The belief in the moon's influence as regards
timber, extends to vegetables, but we believe the
idea to be less generally entertained in this
country than abroad, where they act upon the
maxim that root crops should be planted when
the moon is decreasing, and plants, such as peas,
beans, and others, which bear their crops on their
branches, between new and full moon. Some
time ago, a body of sages had a long discussion,
and wrote numerous treatises, to explain why
it was that a lump of metal, if laid on water,
would sink to the bottom, while, if it were
beaten out into a sheet, it would float. The
theories were very plausible, though they were
opposed to one another. At last it occurred to
one of the sages to suggest that it would be well
to ascertain by actual experiment if it were
really the fact that the metal would float under
the circumstances stated. Accordingly, a vessel
of water was brought, a sheet of the metal
was laid on it, and it very soon lay at the
bottom. An example of the kind is furnished
by Toaldo, the Italian meteorologist, who, to
account for the belief current among wine-growers,
that wine, the making of which is begun in the
old moon and finished in the new, is never clear
nor of good quality, attributes it to the
circumstance that the absence of the lunar rays, by
lowering the temperature of the air, checks the
fermentation. Now, if it had occurred to him to
expose the most delicate thermometer to the
full light of the moon shining with its greatest
lustre, he would have found that the mercury
was not elevated a hair's breadth; neither
would it have been, if he had exposed it in the
focus of her rays, concentrated by the most
powerful lenses. This has been proved by actual
experiment.

The power of the moon's rays to produce
blindness, where a man has slept with his face
exposed to them, is firmly believed in by sailors,
and numerous cases have been related in which
this has happened. It may be admitted that
blindness has ensued where a sailor has foolishly
laid himself down on the deck on his back to
sleep, with his face exposed to the bright moon,
in warm latitudes. But it does not follow that
the blindness was caused by the moon's rays;
for more probably, it was owing to the rapid
radiation of heat from the exposed portions of
the body, or from some other physical cause.

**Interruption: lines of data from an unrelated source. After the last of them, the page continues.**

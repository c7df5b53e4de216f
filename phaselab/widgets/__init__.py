"""The notebook explorer: ipywidgets and bokeh views of a system's phase space, fed by a worker thread."""
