"""Cutting one orbit out of a Section and joining per-orbit Sections back into one."""

from __future__ import annotations

import dataclasses

import numpy as np


def one_orbit(sec, k: int):
    """Orbit ``k`` of ``sec`` as a one-orbit Section (arrays copied)."""
    sl = slice(k, k + 1)
    return dataclasses.replace(sec, points=sec.points[sl].copy(), counts=sec.counts[sl].copy(),
                               times=sec.times[sl].copy(), energy_error=np.asarray(sec.energy_error)[sl].copy(),
                               escaped=sec.escaped[sl].copy(), seeds=sec.seeds[sl].copy(),
                               params=dict(sec.params))


def merge_sections(parts):
    """One Section holding every orbit of ``parts`` (padded with NaN to the longest); None if empty.

    The metadata (plane, method, system, ...) are those of the first part; the energy is kept
    only when all parts share it.
    """
    parts = [p for p in parts if p is not None]
    if not parts:
        return None
    m = max(p.points.shape[1] for p in parts)
    width = parts[0].points.shape[2]

    def pad(a, fill_shape):
        out = np.full(fill_shape, np.nan)
        out[:, : a.shape[1]] = a
        return out

    points = np.concatenate([pad(p.points, (p.n_orbits, m, width)) for p in parts])
    times = np.concatenate([pad(p.times, (p.n_orbits, m)) for p in parts])
    energies = {p.energy for p in parts}
    first = parts[0]
    return dataclasses.replace(
        first, points=points, counts=np.concatenate([p.counts for p in parts]), times=times,
        energy_error=np.concatenate([np.asarray(p.energy_error) for p in parts]),
        escaped=np.concatenate([p.escaped for p in parts]),
        seeds=np.concatenate([p.seeds for p in parts]),
        energy=first.energy if len(energies) == 1 else None, params=dict(first.params))
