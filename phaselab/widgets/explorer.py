"""``phaselab.explore``: an interactive surface of section for a JupyterLab notebook.

The explorer wires four parts together and does little else:

* :class:`~phaselab.widgets.session.Session` holds the orbits, the undo history, the
  selection, the energy and the parameters, and says what each change changed;
* :class:`~phaselab.widgets.worker.JobRunner` runs every computation (orbits, colour values,
  companion curves, frames, periodic orbits, manifolds, pictures) in a worker thread,
  newest request first, so the notebook stays responsive;
* :class:`~phaselab.widgets.figures.Figures` draws (bokeh, through jupyter_bokeh);
* :class:`~phaselab.widgets.controls.Controls` are the ipywidgets around the plot.

A click starts an orbit (for a section the missing momentum is solved from the energy; a
click outside the allowed region is refused with the reason), the ringed newest seed can be
dragged and its orbit follows, sliders recompute every orbit, and the status line says what
is running (compiling kernels the first time, computing n orbits) with a busy mark.

Section points are model results; where they inform a design decision confirm them with
validated tools and the responsible engineers.
"""

from __future__ import annotations

import re
import secrets
import time
from pathlib import Path

import ipywidgets as W
import numpy as np

from phaselab.compute import inputs
from phaselab.errors import ParameterError, PhaselabError
from phaselab.model.params import finite_number
from phaselab.widgets import messages, scales, tasks, theme
from phaselab.widgets.messages import number  # noqa: F401  (part of this module's surface)
from phaselab.widgets.controls import Controls, slider_range
from phaselab.widgets.session import OrbitRecord, Session, read_session, write_session
from phaselab.widgets.views import make_view
from phaselab.widgets.worker import JobRunner, Outcome, _current_loop

__all__ = ["explore", "Explorer", "OrbitRecord", "load_bokehjs"]

CHAOS_INDICATORS = scales.CHAOS_INDICATORS
EXPORT_FORMATS = (".png", ".svg", ".pdf", ".csv", ".nc", ".html")
#: Seconds of quiet after which the saved-notebook picture is redrawn.
PICTURE_DELAY = 6.0
#: Seconds of quiet after which the companion panels follow the selected orbit.
TRACE_DELAY = 0.3


def load_bokehjs(force=True):
    """Put the core BokehJS library into the page (inline: no network)."""
    from phaselab.widgets.page import load_bokehjs as load

    load()


def _slug(text) -> str:
    s = re.sub(r"[^A-Za-z0-9._-]+", "-", str(text)).strip("-.")
    return s or "explorer"
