def build_parser() -> argparse.ArgumentParser:
    parser = argparse.ArgumentParser(
        prog="phaselab",
        description="Phase-space sections of Hamiltonian systems from study files.")
    from phaselab import __version__

    parser.add_argument("--version", action="version", version=f"phaselab {__version__}")
    sub = parser.add_subparsers(dest="command", metavar="COMMAND")

    p = sub.add_parser("demo", help="render the built-in two-mode molecule study to a PNG and a CSV")
    p.add_argument("--out", default="phaselab-demo", metavar="DIR",
                   help="folder to write into (default: ./phaselab-demo)")
    p.add_argument("--quiet", action="store_true", help="no progress bar")

    p = sub.add_parser("render", help="compute a study's section and write its figure and data files")
    p.add_argument("study", metavar="STUDY", help="a study file (.toml) or a built-in example name")
    p.add_argument("--out", default=".", metavar="DIR",
                   help="folder the study's files are written into (default: the current folder)")
    p.add_argument("--quiet", action="store_true", help="no progress bar")
    _add_set(p)

    p = sub.add_parser("check", help="read and check a study file without computing")
    p.add_argument("study", metavar="STUDY", help="a study file (.toml) or a built-in example name")
    _add_set(p)

    p = sub.add_parser("equations", help="print the equations of motion of a study's system or a model")
    p.add_argument("study", metavar="STUDY|MODEL", help="a study file, an example name or a catalogue model")
    p.add_argument("--latex", action="store_true", help="print LaTeX (one equation per line) for a report")

    p = sub.add_parser("normal-form", help="compute and print a normal form at an elliptic equilibrium")
    p.add_argument("study", metavar="STUDY|MODEL", help="a study file (its [normal_form] table), an example name "
                                                        "or a catalogue model")
    p.add_argument("--order", type=_order, default=None, metavar="N",
                   help="highest degree in the distance from the equilibrium (default: the study's, else 4)")
    p.add_argument("--at", default=None, metavar="Q,P",
                   help="the equilibrium, comma-separated in state order (default: the study's, else the "
                        "elliptic one of lowest energy)")
    p.add_argument("--resonance", type=_vector, action="append", default=None, metavar="K",
                   help="a resonance vector to keep, e.g. 2,-1 (repeat for several)")
    p.add_argument("--latex", action="store_true", help="print the normal form as one LaTeX equation")

    sub.add_parser("examples", help="list the built-in studies and catalogue models")
    sub.add_parser("keys", help="print the reference of study-file tables and keys")
    p = sub.add_parser("warm", help="compile the loops every system shares, once per machine (for images "
                                    "and shared installs)")
    p.add_argument("--workers", type=_workers, default=None, metavar="N",
                   help="worker processes compiling side by side (default: one per core)")
    return parser


def _add_set(p) -> None:
    p.add_argument("--set", action="append", default=[], metavar="KEY=VALUE",
                   help="change one value of the study file for this run, e.g. section.crossings=100 or "
                        "params.eps=0.2 (repeatable; checked like the file)")


COMMANDS = {
    "demo": lambda a: cmd_render(a, demo=True),
    "render": cmd_render,
    "check": cmd_check,
    "equations": cmd_equations,
    "normal-form": cmd_normal_form,
    "examples": cmd_examples,
    "keys": cmd_keys,
    "warm": cmd_warm,
}
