class LinkedFigures:
    """The bokeh models of one linked explorer.

    Parameters
    ----------
    labels : sequence of str
        Axis labels of the section coordinates (with units), in column order.
    windows : sequence of (float, float)
        The window of each section coordinate.
    pair : (int, int)
        Columns of the clicked pair (the seeding projection).

    Attributes
    ----------
    points : ColumnDataSource
        The one source of section points (columns of :func:`~phaselab.widgets.linked_points.point_columns`).
    slab_filter : IndexFilter
        Rows inside the slab (shared by every view while the slab is on).
    main : figure
        The seeding projection (clicks start orbits).
    grid : list of figure
        The pairwise projections, lower triangle, row by row.
    point_renderers : list of GlyphRenderer
        Every renderer of ``points`` (one per figure).
    sync : PageSync
        The page's report of its views (:mod:`phaselab.widgets.page_sync`).
    """

    def __init__(self, labels, windows, pair):
        from bokeh.layouts import gridplot, row
        from bokeh.models import (AllIndices, BoxSelectTool, CDSView, ColorBar, ColumnDataSource, IndexFilter,
                                  LassoSelectTool, LinearColorMapper, PanTool, ResetTool, WheelZoomTool)
        from bokeh.plotting import figure

        k = len(labels)
        self.labels = tuple(labels)
        self.points = ColumnDataSource(empty_columns(k), name="phaselab-linked-points")
        self.slots = [ColumnDataSource(empty_columns(k), name=f"phaselab-linked-fresh-{s}")
                      for s in range(FRESH_SLOTS)]
        self.slab_filter = IndexFilter(indices=[], name="phaselab-slab")
        self.slot_filters = [IndexFilter(indices=[], name=f"phaselab-slab-fresh-{s}") for s in range(FRESH_SLOTS)]
        self.slot_renderers = [[] for _ in range(FRESH_SLOTS)]
        self.filling = 0   # the slot new rows go to
        self.all_rows = AllIndices()
        n = len(theme.ORBIT_COLORS)
        self.orbit_mapper = LinearColorMapper(palette=list(theme.ORBIT_COLORS), low=-0.5, high=n - 0.5)
        self.scalar_mapper = LinearColorMapper(palette=theme.scalar_palette(), low=0.0, high=1.0,
                                               nan_color=theme.MISSING_COLOR)
        self.point_renderers = []
        self.ranges = {}

        def tools(fig):
            box, lasso, wheel = BoxSelectTool(), LassoSelectTool(), WheelZoomTool()
            fig.add_tools(box, lasso, PanTool(), wheel, ResetTool())
            fig.toolbar.active_drag = box
            fig.toolbar.active_scroll = wheel

        def shared_range(j):
            from bokeh.models import Range1d

            if j not in self.ranges:
                self.ranges[j] = Range1d(*windows[j])
            return self.ranges[j]

        def scatter(fig, i, j):
            style = dict(size=POINT_SIZE, fill_color={"field": "shade", "transform": self.orbit_mapper},
                         line_color=None, fill_alpha=0.85, nonselection_fill_alpha=0.08, selection_fill_alpha=1.0)
            r = fig.scatter(column_name(i), column_name(j), source=self.points, view=CDSView(filter=self.all_rows),
                            **style)
            # the new orbits' points, on the overlay layer: drawing them leaves the big layer as it is
            for slot, group in zip(self.slots, self.slot_renderers):
                group.append(fig.scatter(column_name(i), column_name(j), source=slot,
                                         view=CDSView(filter=self.all_rows), level="overlay", **style))
            self.point_renderers.append(r)
            return r

        a, b = pair
        main = figure(frame_width=SEED_FRAME, frame_height=SEED_FRAME, x_range=windows[a], y_range=windows[b],
                      tools=[], output_backend=BACKEND, name="phaselab-seeding", min_border_right=12)
        _style(main, labels[a], labels[b])
        tools(main)
        scatter(main, a, b)
        self.seeds = ColumnDataSource(dict(x=[], y=[], color=[], orbit=[]), name="phaselab-linked-seeds")
        main.scatter("x", "y", source=self.seeds, size=8, marker="circle", fill_color="#ffffff",
                     line_color="color", line_width=2.0, level="overlay")
        self.main = main
        # set by the page when a view of the document has been built (the kept picture is
        # sent again after a rebuild: explorer/picture_keeping.py)
        self.sync = page_sync()
        main.tags = self.sync.models  # part of the document without a view of their own

        side = max(70, int(GRID_FRAME / max(k - 1, 1)))
        cells = []
        self.grid = []
        for i in range(1, k):
            line = []
            for j in range(k - 1):
                if j >= i:
                    line.append(None)
                    continue
                fig = figure(frame_width=side, frame_height=side, x_range=shared_range(j), y_range=shared_range(i),
                             tools=[], output_backend=BACKEND, toolbar_location=None,
                             name=f"phaselab-projection-{j}-{i}", min_border=4)
                _style(fig, labels[j] if i == k - 1 else "", labels[i] if j == 0 else "")
                if i != k - 1:
                    fig.xaxis.major_label_text_font_size = "0px"
                if j != 0:
                    fig.yaxis.major_label_text_font_size = "0px"
                tools(fig)
                scatter(fig, j, i)
                line.append(fig)
                self.grid.append(fig)
            cells.append(line)
        grid = gridplot(cells, toolbar_location="right", merge_tools=True)

        self.color_bar = ColorBar(color_mapper=self.scalar_mapper, title="", width=12, padding=6,
                                  major_label_text_font_size="10px", background_fill_alpha=0.0,
                                  title_text_font_size="11px", title_text_font_style="normal",
                                  title_text_color=theme.INK, visible=False)
        main.add_layout(self.color_bar, "right")
        self.layout = row(main, grid, spacing=12)

    # ------------------------------------------------------------------ drawing
    @property
    def fresh_renderers(self) -> list:
        """Every renderer of the fresh slots, slot by slot."""
        return [r for group in self.slot_renderers for r in group]

    def _slot_sizes(self) -> list[int]:
        return [len(slot.data["orbit"]) for slot in self.slots]

    @property
    def n_rows(self) -> int:
        """Rows of the whole table (big source, then the fresh slots)."""
        return len(self.points.data["orbit"]) + self.n_fresh

    @property
    def n_fresh(self) -> int:
        return sum(self._slot_sizes())

    @property
    def slots_full(self) -> bool:
        """The last slot holds SLOT_ROWS rows or more: new rows have no room left."""
        return len(self.slots[-1].data["orbit"]) >= SLOT_ROWS

    def _sources(self) -> list:
        return [self.points] + self.slots

    def table(self) -> dict:
        """Every column of the whole table (big source rows, then the slots'), numpy arrays."""
        parts = [src.data for src in self._sources() if len(src.data["orbit"])] or [self.points.data]
        if len(parts) == 1:
            return {k: np.asarray(v) for k, v in parts[0].items()}
        return {k: np.concatenate([np.asarray(p[k]) for p in parts]) for k in self.points.data}

    def _empty_slots(self, like):
        """Every slot emptied (their filters first: the page applies changes in order)."""
        for slot, filt in zip(self.slots, self.slot_filters):
            if len(slot.data["orbit"]):
                filt.indices = []
                slot.data = _empty_like(like)
        self.filling = 0

    def set_points(self, columns):
        """Replace every point (numbers only: binary on the wire); the slots are emptied.
        The selection is cleared (its row numbers would name other points)."""
        for src in self._sources():
            src.selected.indices = []
        self.points.data = columns
        self._empty_slots(columns)

    def add_fresh(self, columns, whole=False):
        """New rows at the end of the table, into the slot being filled (streamed: only the
        new rows are sent; the page repaints the overlay layer only and indexes that slot
        again). ``whole``: the slot is sent whole instead (with the slab on: streamed rows
        would escape its filter in the page). Call :meth:`fold` first when
        :attr:`slots_full`."""
        if len(self.slots[self.filling].data["orbit"]) >= SLOT_ROWS and self.filling + 1 < len(self.slots):
            self.filling += 1
        slot = self.slots[self.filling]
        if len(slot.data["orbit"]) == 0:
            slot.data = columns
        elif whole:
            old = slot.data
            slot.data = {k: np.concatenate([np.asarray(old[k]), np.asarray(columns[k])]) for k in old}
        else:
            slot.stream(columns)

    def fold(self):
        """The fresh rows appended to the big source (streamed), the slots emptied; the
        selection keeps naming the same points."""
        from bokeh.core.property.validation import without_property_validation

        if not self.n_fresh:
            return
        n_big = len(self.points.data["orbit"])
        picked = self.selected_rows()
        parts = [slot.data for slot in self.slots if len(slot.data["orbit"])]
        fresh = {k: np.concatenate([np.asarray(p[k]) for p in parts]) for k in parts[0]}
        if n_big == 0:
            self.points.data = fresh
        else:
            self.points.stream(fresh)
        self._empty_slots(fresh)

        @without_property_validation
        def assign():   # whole numbers in range, from the page's own selections
            for slot in self.slots:
                if len(slot.selected.indices):
                    slot.selected.indices = []
            if picked.size:
                self.points.selected.indices = picked.astype(np.int32)

        assign()

    def _offsets(self) -> np.ndarray:
        """First row of each source (big, then slots) in the whole table, and the end, (S+2,)."""
        sizes = [len(self.points.data["orbit"])] + self._slot_sizes()
        return np.concatenate([[0], np.cumsum(sizes)])

    def selected_rows(self) -> np.ndarray:
        """Rows of the whole table selected in the page, int64 ascending."""
        starts = self._offsets()
        parts = [np.asarray(src.selected.indices, dtype=np.int64) + start
                 for src, start in zip(self._sources(), starts)]
        return np.unique(np.concatenate(parts))

    def split_rows(self, rows) -> list[np.ndarray]:
        """Rows of the whole table (int, ascending) as row numbers of each source (big,
        then the slots)."""
        rows = np.asarray(rows, dtype=np.int64)
        starts = self._offsets()
        cuts = np.searchsorted(rows, starts)
        return [rows[cuts[s]:cuts[s + 1]] - starts[s] for s in range(len(starts) - 1)]

    def set_slab_rows(self, rows):
        """Show only ``rows`` (int array ascending, rows of the whole table) in every
        projection; None shows every row."""
        from bokeh.core.property.validation import without_property_validation

        filters = [self.slab_filter] + self.slot_filters
        groups = [self.point_renderers] + self.slot_renderers

        @without_property_validation
        def assign(parts):
            # int32 arrays made here: bokeh's element-by-element check of them would cost
            # more than the rest of a slab change
            for filt, part in zip(filters, parts):
                filt.indices = np.ascontiguousarray(part, dtype=np.int32)

        if rows is None:
            targets = [self.all_rows] * len(filters)
        else:
            assign(self.split_rows(rows))
            # an empty slot's renderers keep their filter until rows arrive (this is called
            # again then): each switch has the page rebuild a view and draw again
            targets = [filt if k == 0 or len(self.slots[k - 1].data["orbit"]) else None
                       for k, filt in enumerate(filters)]
        for group, target in zip(groups, targets):
            for r in group:
                if target is not None and r.view.filter is not target:
                    r.view.filter = target

    def color_by_orbit(self):
        self._fill({"field": "shade", "transform": self.orbit_mapper})
        self.color_bar.visible = False

    def color_by_column(self, column, low, high, palette, title):
        """Colour by a data column (a section coordinate or ``value``) on ``palette``."""
        self.scalar_mapper.palette = list(palette)
        self.scalar_mapper.low, self.scalar_mapper.high = float(low), float(high)
        self.color_bar.title = title
        self._fill({"field": column, "transform": self.scalar_mapper})
        self.color_bar.visible = True

    def _fill(self, spec):
        # the selected and the faded points are drawn by glyphs of their own
        for r in self.point_renderers + self.fresh_renderers:
            for g in (r.glyph, r.selection_glyph, r.nonselection_glyph):
                if hasattr(g, "fill_color"):
                    g.fill_color = spec

    def show_seeds(self, xs, ys, colors, ids):
        self.seeds.data = dict(x=list(map(float, xs)), y=list(map(float, ys)), color=list(colors),
                               orbit=list(map(int, ids)))

    def set_axis_labels(self, labels, pair):
        self.main.xaxis.axis_label, self.main.yaxis.axis_label = labels[pair[0]], labels[pair[1]]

The moon is also supposed to exercise influence
on the skin by darkening it. In this matter we
have the aid of photography to assure us that
the moon's rays must positively be incapable of
affecting the colour of the skin. Dr. Lardner,
in his writings on the subject, says that the lunar
rays, even when condensed by the most powerful
lenses, do not darken paper which has
been steeped in a solution of chloride of silver.